Probably SoulSilver if I start playing Pokemon.


----------



## Aeladya (Jan 23, 2010)

I have to say SoulSilver...I'm gonna pirate HG though through my sister...she's doing the same with SS from me. Gold is just tacky looking...Silver looks a million times better...I have to actually buy at least one game since I am hoping to get to the Pokemon Video Game Championships in Hawaii this year...luckily I have the TCG on my side as well 
	

	
	
		
		

		
		
	


	




...


----------



## Demonbart (Jan 23, 2010)

I'm prolly gonna buy Soul Silver and make it my main game. All my pokemon (and complete dex) are on Diamond, but I'll transfer my best ones to SS.


----------



## Dark Blade (Jan 23, 2010)

Soul Silver for sure. Because Lugia can kick Ho-oh's ass anyday.


----------



## outgum (Jan 25, 2010)

Soul soul soul soul soul soul soul SILVER! 
Whoot whoot! played Silver on GBC and Played Silver on NDS, Im Lugias Bitch, The title sounds better than Heart gold too, so yeeeeeeaaahhh...


----------



## IceRentoraa29 (Jan 25, 2010)

Definitely Soul Silver now that they've swapped Phanpy for Teddiursa  
	

	
	
		
		

		
		
	


	




 and I'm trading a Shinx to it so I can start the game with an Electric pokemon (suck on that, Falkner!)


----------



## Forstride (Jan 25, 2010)

I have most of my Pokemon on Diamond, but I don't have another DS to do the trading with (Unless my friend will let me use his), so I probably won't be able to trade them over to SoulSilver when I get it.


----------



## BORTZ (Jan 25, 2010)

Def, soul silver. I plan to take a long warm bath in the nostalgia of the game.


----------



## Mr.Mysterio (Jan 25, 2010)

It actually depends on whats available  here in my country.
I will buy the the first one that I see.
Hope its Soul Silver.


----------



## ninchya (Jan 25, 2010)

Lol i never really got into playing diamond, soul silver might be the only pokemon game i might actually like since i used to play silver when i was younger


----------



## soulfire (Jan 25, 2010)

soulsilver for sure...

cuze i like the word soul


----------



## DarkShadow96 (Jan 25, 2010)

Soul Silver for me because Lugia is the shizz... Plus, I want to get a new Groudon xD. But I'll get both since I want a new Ho-Oh and its hard to get one these days unless.... you sav but I want a legit one lolz...


----------



## Seven (Jan 26, 2010)

Dark Blade said:
			
		

> Soul Silver for sure. Because Lugia can kick Ho-oh's ass anyday.
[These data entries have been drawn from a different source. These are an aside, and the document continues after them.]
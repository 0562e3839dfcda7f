package chains

import (
	"encoding/binary"
	"math"
	"math/bits"
)

// appendFloat appends v formatted exactly as strconv.AppendFloat(b, v,
// 'g', -1, 64) does: the shortest decimal that reads back as v, in the
// layout of strconv's 'g' format with the shortest precision (an exponent
// form d.ddde±dd when the decimal exponent is below -4 or at least 6, else
// plain digits), "NaN", "+Inf" and "-Inf" for the special values.
//
// The shortest digits come from the Dragonbox algorithm (J. Jeon,
// "Dragonbox: A New Floating-Point Binary-to-Decimal Conversion
// Algorithm", 2020, Algorithms 5.2, 5.4 and 5.6), as Go's strconv computes
// them; they are written straight into b in the final layout, two at a
// time, without strconv's intermediate decimal buffer.
//
// The digit search (shortestDigits and its helpers below) is adapted from
// Go's internal/strconv (ftoadbox.go, math.go), BSD-style licence, see
// Go's LICENSE.
func appendFloat(b []byte, v float64) []byte {
	u := math.Float64bits(v)
	neg := u>>63 != 0
	be := int(u>>52) & 0x7ff
	mant := u & (1<<52 - 1)
	denorm := false
	switch be {
	case 0x7ff:
		switch {
		case mant != 0:
			return append(b, "NaN"...)
		case neg:
			return append(b, "-Inf"...)
		}
		return append(b, "+Inf"...)
	case 0:
		if mant == 0 {
			if neg {
				return append(b, "-0"...)
			}
			return append(b, '0')
		}
		be, denorm = 1, true
	default:
		mant |= 1 << 52
	}
	n := len(b)
	if cap(b)-n < maxValueText+8 {
		b = append(b, make([]byte, maxValueText+8)...)
	}
	buf := b[n : n+maxValueText+8]
	i := 0
	if neg {
		buf[0] = '-'
		i = 1
	}
	var d uint64
	var e10 int
	exp := be - 1023 - 52
	if exp <= 0 && exp > -53 && mant&(1<<-exp-1) == 0 {
		// An integer below 2^53: its shortest digits are its own, less
		// trailing zeros (the value itself is the only decimal of at most
		// 17 digits that lies within half an ulp and has fewer digits
		// than any other such integer with trailing zeros removed).
		d = mant >> -exp
		d, e10 = trimZeros(d)
	} else {
		d, e10 = shortestDigits(mant, exp, denorm)
	}
	return b[:n+i+layoutG(buf[i:], d, e10)]
}

// layoutG writes the decimal d * 10^e10 (d > 0, at most 17 digits) into
// buf in strconv's shortest 'g' layout and returns the number of bytes
// written. buf must have room for maxValueText+7 bytes: it is used as
// scratch beyond the text.
func layoutG(buf []byte, d uint64, e10 int) int {
	_ = buf[maxValueText+6]
	nd := decimalLen(d)
	dp := nd + e10 // the decimal point's place: the value is 0.digits * 10^dp
	switch {
	case dp < -3 || dp > 6:
		// d.ddde±xx: the digits one place to the right, then the first
		// moved back before the point.
		putDigits(buf, d, nd)
		k := 1
		if nd > 1 {
			insertPoint(buf, 1)
			k = nd + 1
		}
		x := dp - 1
		buf[k] = 'e'
		buf[k+1] = '+'
		if x < 0 {
			buf[k+1] = '-'
			x = -x
		}
		if x < 100 {
			buf[k+2], buf[k+3] = pairs[2*x], pairs[2*x+1]
			return k + 4
		}
		h := x / 100
		x -= 100 * h
		buf[k+2], buf[k+3], buf[k+4] = byte('0'+h), pairs[2*x], pairs[2*x+1]
		return k + 5
	case dp <= 0:
		// 0.000ddd: at most three zeros after the point.
		buf[0], buf[1], buf[2], buf[3], buf[4] = '0', '.', '0', '0', '0'
		putDigits(buf[2-dp:], d, nd)
		return 2 - dp + nd
	case dp >= nd:
		// ddd000: an integer of at most 6 digits (nd <= dp <= 6), which
		// putDigits follows with the zeros.
		putDigits(buf, d, nd)
		return dp
	default:
		// ddd.ddd: at most 6 digits before the point.
		putDigits(buf, d, nd)
		insertPoint(buf, dp)
		return nd + 1
	}
}

// insertPoint moves the 16 bytes from buf[i] one place to the right and
// puts a '.' at buf[i]: it makes room for the decimal point before digit i
// of at most i+16 digits. buf must hold i+17 bytes.
func insertPoint(buf []byte, i int) {
	_ = buf[i+16]
	lo := binary.LittleEndian.Uint64(buf[i:])
	hi := binary.LittleEndian.Uint64(buf[i+8:])
	binary.LittleEndian.PutUint64(buf[i+1:], lo)
	binary.LittleEndian.PutUint64(buf[i+9:], hi)
	buf[i] = '.'
}

// pairs is the text of 00 to 99, two bytes each.
const pairs = "00010203040506070809" +
	"10111213141516171819" +
	"20212223242526272829" +
	"30313233343536373839" +
	"40414243444546474849" +
	"50515253545556575859" +
	"60616263646566676869" +
	"70717273747576777879" +
	"80818283848586878889" +
	"90919293949596979899"

// putDigits writes the nd (1 to 17) decimal digits of d at the start of
// buf, eight at a time; when nd is at most 8, '0's follow the digits up to
// the eighth byte. buf must have room for max(nd, 8) bytes.
func putDigits(buf []byte, d uint64, nd int) {
	switch {
	case nd <= 8:
		// The eight-digit text, its leading zeros rotated to the end.
		binary.LittleEndian.PutUint64(buf, bits.RotateLeft64(digits8(uint32(d)), -8*(8-nd)))
	case nd <= 16:
		hi, lo := d/1e8, d%1e8
		binary.LittleEndian.PutUint64(buf, bits.RotateLeft64(digits8(uint32(hi)), -8*(16-nd)))
		binary.LittleEndian.PutUint64(buf[nd-8:], digits8(uint32(lo)))
	default:
		hi, lo := d/1e8, d%1e8
		h1, h2 := hi/1e8, hi%1e8
		_ = buf[16]
		buf[0] = byte('0' + h1)
		binary.LittleEndian.PutUint64(buf[1:], digits8(uint32(h2)))
		binary.LittleEndian.PutUint64(buf[9:], digits8(uint32(lo)))
	}
}

// digits8 returns the eight decimal digits of x < 1e8, with leading zeros,
// as ASCII in the bytes of a little-endian word (the first digit in the
// lowest byte). It splits x in lanes of one word: into two four-digit
// halves 32 bits apart, each into two pairs 16 bits apart, each into two
// digits 8 bits apart, dividing by 100 and by 10 with a multiply and shift
// (floor(v*10486/2^20) = floor(v/100) for v < 10^4 and floor(v*103/2^10) =
// floor(v/10) for v < 100, H. S. Warren, Hacker's Delight, 2nd ed.,
// section 10-8; TestDigits8 checks every lane value). No lane's product
// overflows into the next.
func digits8(x uint32) uint64 {
	hi := x / 10000
	v := uint64(hi) | uint64(x-hi*10000)<<32
	q := (v * 10486 >> 20) & 0x0000007f_0000007f
	v = q | (v-q*100)<<16
	q = (v * 103 >> 10) & 0x000f000f_000f000f
	v = q | (v-q*10)<<8
	return v + 0x30303030_30303030
}

// pow10u64 holds 10^0 to 10^19.
var pow10u64 = [20]uint64{
	1, 1e1, 1e2, 1e3, 1e4, 1e5, 1e6, 1e7, 1e8, 1e9, 1e10,
	1e11, 1e12, 1e13, 1e14, 1e15, 1e16, 1e17, 1e18, 1e19,
}

// decimalLen returns the number of decimal digits of d > 0: from
// floor(log10(2) * bit length), which is the digit count or one less
// (1233/4096 approximates log10(2) from below closely enough for 64 bits;
// H. S. Warren, Hacker's Delight, 2nd ed., section 11-4).
func decimalLen(d uint64) int {
	n := (bits.Len64(d) * 1233) >> 12
	if d >= pow10u64[n] {
		n++
	}
	return n
}

// A uint128 is a 128-bit unsigned integer.
type uint128 struct{ Hi, Lo uint64 }

// shortestDigits returns the shortest decimal d * 10^e10 that rounds to
// the float64 mant * 2^exp (mant the significand with its implicit bit;
// denorm for a subnormal), with ties in the decimal rounding to even, as
// strconv's shortest formatting computes it (Dragonbox, Jeon 2020).
func shortestDigits(mant uint64, exp int, denorm bool) (d uint64, e10 int) {
	if mant == 1<<52 && !denorm {
		// A power of two: the interval of values rounding to it is
		// asymmetric (Algorithm 5.6).
		k0 := -mulLog10_2MinusLog10_4Over3(exp)
		φ, β := dboxPow64(k0, exp)
		xi, zi := dboxRange64(φ, β)
		if exp != 2 && exp != 3 {
			xi++
		}
		q := zi / 10
		if xi <= q*10 {
			q, zeros := trimZeros(q)
			return q, -k0 + 1 + zeros
		}
		yru := dboxRoundUp64(φ, β)
		if exp == -77 && yru%2 != 0 {
			yru--
		} else if yru < xi {
			yru++
		}
		return yru, -k0
	}

	// κ = 2 for float64 (Jeon 2020, section 5.1.3).
	const (
		κ     = 2
		p10κ  = 100       // 10^κ
		p10κ1 = p10κ * 10 // 10^(κ+1)
	)

	// Algorithm 5.2.
	k0 := -mulLog10_2(exp)
	φ, β := dboxPow64(κ+k0, exp)
	zi, exact := dboxMulPow64((mant*2+1)<<β, φ)
	s, r := zi/p10κ1, uint32(zi%p10κ1)
	δi := dboxDelta64(φ, β)

	if r < δi {
		if r != 0 || !exact || mant%2 == 0 {
			s, zeros := trimZeros(s)
			return s, -k0 + 1 + zeros
		}
		s--
		r = p10κ * 10
	} else if r == δi {
		parity, exact := dboxParity64(mant*2-1, φ, β)
		if parity || (exact && mant%2 == 0) {
			s, zeros := trimZeros(s)
			return s, -k0 + 1 + zeros
		}
	}

	// Algorithm 5.4.
	D := r + p10κ/2 - δi/2
	t, ρ := D/p10κ, D%p10κ
	yru := 10*s + uint64(t)
	if ρ == 0 {
		parity, exact := dboxParity64(mant*2, φ, β)
		if parity != ((D-p10κ/2)%2 != 0) || exact && yru%2 != 0 {
			yru--
		}
	}
	return yru, -k0
}

// umul192Upper128 returns the upper 128 bits of the 192-bit x * y.
func umul192Upper128(x uint64, y uint128) uint128 {
	hi, lo := bits.Mul64(x, y.Hi)
	t, _ := bits.Mul64(x, y.Lo)
	lo, c := bits.Add64(lo, t, 0)
	return uint128{hi + c, lo}
}

// umul192Lower128 returns the lower 128 bits of the 192-bit x * y.
func umul192Lower128(x uint64, y uint128) uint128 {
	high := x * y.Hi
	hl, ll := bits.Mul64(x, y.Lo)
	return uint128{high + hl, ll}
}

// dboxMulPow64 returns the integer part of u * φ / 2^128 and whether
// its fraction is zero (Jeon 2020, section 5.2.1).
func dboxMulPow64(u uint64, φ uint128) (intPart uint64, isInt bool) {
	r := umul192Upper128(u, φ)
	return r.Hi, r.Lo == 0
}

// dboxParity64 returns the parity of the integer part of mant2 * φ scaled
// by β, and whether its fraction is zero (Jeon 2020, section 5.2.1).
func dboxParity64(mant2 uint64, φ uint128, β int) (parity bool, isInt bool) {
	r := umul192Lower128(mant2, φ)
	parity = (r.Hi>>(64-β))&1 != 0
	isInt = (r.Hi<<β)|(r.Lo>>(64-β)) == 0
	return parity, isInt
}

// dboxDelta64 returns δ^(i) from φ (Jeon 2020, Algorithm 5.2).
func dboxDelta64(φ uint128, β int) uint32 {
	return uint32(φ.Hi >> (64 - 1 - β))
}

// dboxRange64 returns the integer parts of the ends of the rounding
// interval of a power of two (Jeon 2020, Algorithm 5.6).
func dboxRange64(φ uint128, β int) (left, right uint64) {
	left = (φ.Hi - (φ.Hi >> (52 + 2))) >> (64 - 52 - 1 - β)
	right = (φ.Hi + (φ.Hi >> (52 + 1))) >> (64 - 52 - 1 - β)
	return left, right
}

// dboxRoundUp64 returns y rounded up, y^(ru) (Jeon 2020, Algorithm 5.6).
func dboxRoundUp64(φ uint128, β int) uint64 {
	return (φ.Hi>>(128/2-52-2-β) + 1) / 2
}

// dboxPow64 returns φ̃_k, 10^k rounded up to 128 bits (exact for 0 <= k
// <= 55, where 5^k fits), and β, the shift that goes with the binary
// exponent e.
func dboxPow64(k, e int) (φ uint128, β int) {
	φ = pow10Tab[k-pow10Min]
	if k < 0 || k > 55 {
		φ.Lo++
	}
	return φ, e + mulLog2_10(k)
}

// mulLog10_2 returns floor(x * log10(2)) for -1600 <= x <= 1600.
func mulLog10_2(x int) int {
	return (x * 78913) >> 18
}

// mulLog2_10 returns floor(x * log2(10)) for -500 <= x <= 500.
func mulLog2_10(x int) int {
	return (x * 108853) >> 15
}

// mulLog10_2MinusLog10_4Over3 returns floor(e*log10(2) - log10(4/3))
// (Jeon 2020, section 6.3).
func mulLog10_2MinusLog10_4Over3(e int) int {
	return (e*631305 - 261663) >> 21
}

// trimZeros returns x / 10^p and p for the largest p with x % 10^p == 0
// (x > 0), testing divisibility by multiplying with the inverse of 5^p
// modulo 2^64 (H. S. Warren, Hacker's Delight, 2nd ed., sections 10-16
// and 10-17).
func trimZeros(x uint64) (uint64, int) {
	const (
		div1e8m  = 0xc767074b22e90e21
		div1e8le = math.MaxUint64 / 100000000
		div1e4m  = 0xd288ce703afb7e91
		div1e4le = math.MaxUint64 / 10000
		div1e2m  = 0x8f5c28f5c28f5c29
		div1e2le = math.MaxUint64 / 100
		div1e1m  = 0xcccccccccccccccd
		div1e1le = math.MaxUint64 / 10
	)
	if bits.RotateLeft64(x*div1e1m, -1) > div1e1le {
		return x, 0 // the most common case: no trailing zero
	}
	p := 0
	for d := bits.RotateLeft64(x*div1e8m, -8); d <= div1e8le; d = bits.RotateLeft64(x*div1e8m, -8) {
		x = d
		p += 8
	}
	if d := bits.RotateLeft64(x*div1e4m, -4); d <= div1e4le {
		x = d
		p += 4
	}
	if d := bits.RotateLeft64(x*div1e2m, -2); d <= div1e2le {
		x = d
		p += 2
	}
	if d := bits.RotateLeft64(x*div1e1m, -1); d <= div1e1le {
		x = d
		p++
	}
	return x, p
}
The irony is that Lugia comes at level 70 in Heart Gold.

And why even go for second place when you can have gold?


----------



## asdf (Jan 26, 2010)

I"m buying both, playing through Heart Gold, then Soul Silver.


----------



## Twiffles (Jan 26, 2010)

Everyone I know in my school is getting SS. Everyone I know personally outside of my school is getting SS. All the kids in my family are getting SS.

I'm getting HG. lol
Probably going to buy both, but hell, I've always liked Gold so SS would probably stay sealed forever.


----------



## astrangeone (Jan 26, 2010)

I was going to get HG, but then looked at the Ho-Oh figure as the bonus.  Pretty ugly, so I switched to Soul Silver to get Lugia!  I dunno, I don't have a great liking for the legendary birds anyhow.


----------



## Seven (Jan 26, 2010)

Twiffles said:
			
		

> Everyone I know in my school is getting SS. Everyone I know personally outside of my school is getting SS. All the kids in my family are getting SS.
> 
> I'm getting HG. lol
> Probably going to buy both, but hell, I've always liked Gold so SS would probably stay sealed forever.


Contrarians unite. 
	

	
	
		
		

		
			





For pretty much every generation I've been getting the less popular of the two versions available. Blue, Gold, Ruby, Pearl, and now Heart Gold. I hardly ever consider a cooler cover a better reason to buy a game, since that's pretty much the only difference between all the versions besides wild/Legendary Pokemon variations. Not that I should really take it that seriously, it'd just be weird if I just got Soul Silver when I got Gold first in generation 2.


----------



## arecus2000 (Mar 1, 2010)

DPP

DPP cause it has new pokemon and it rocks especially platinum


----------



## rockstar99 (Mar 1, 2010)

I pre ordered soul silver(YAY NO PATCHINH :YAYDS: )
Soul Silver will be mt main game


----------



## Rydian (Mar 1, 2010)

Yeah, soulsilver.

It's not like I ever trade or battle anybody anyways. ^^;

If there's any trouble pirating it I'll just go out and buy it 'cause I want it the day it comes out.


----------



## Satangel (Mar 2, 2010)

SS all the way. Lugia is so awesome, best Pokemon ever!


----------



## girugamarc (Mar 2, 2010)

Dark Blade said:
			
		

> Soul Silver for sure. Because Lugia can kick Ho-oh's ass anyday.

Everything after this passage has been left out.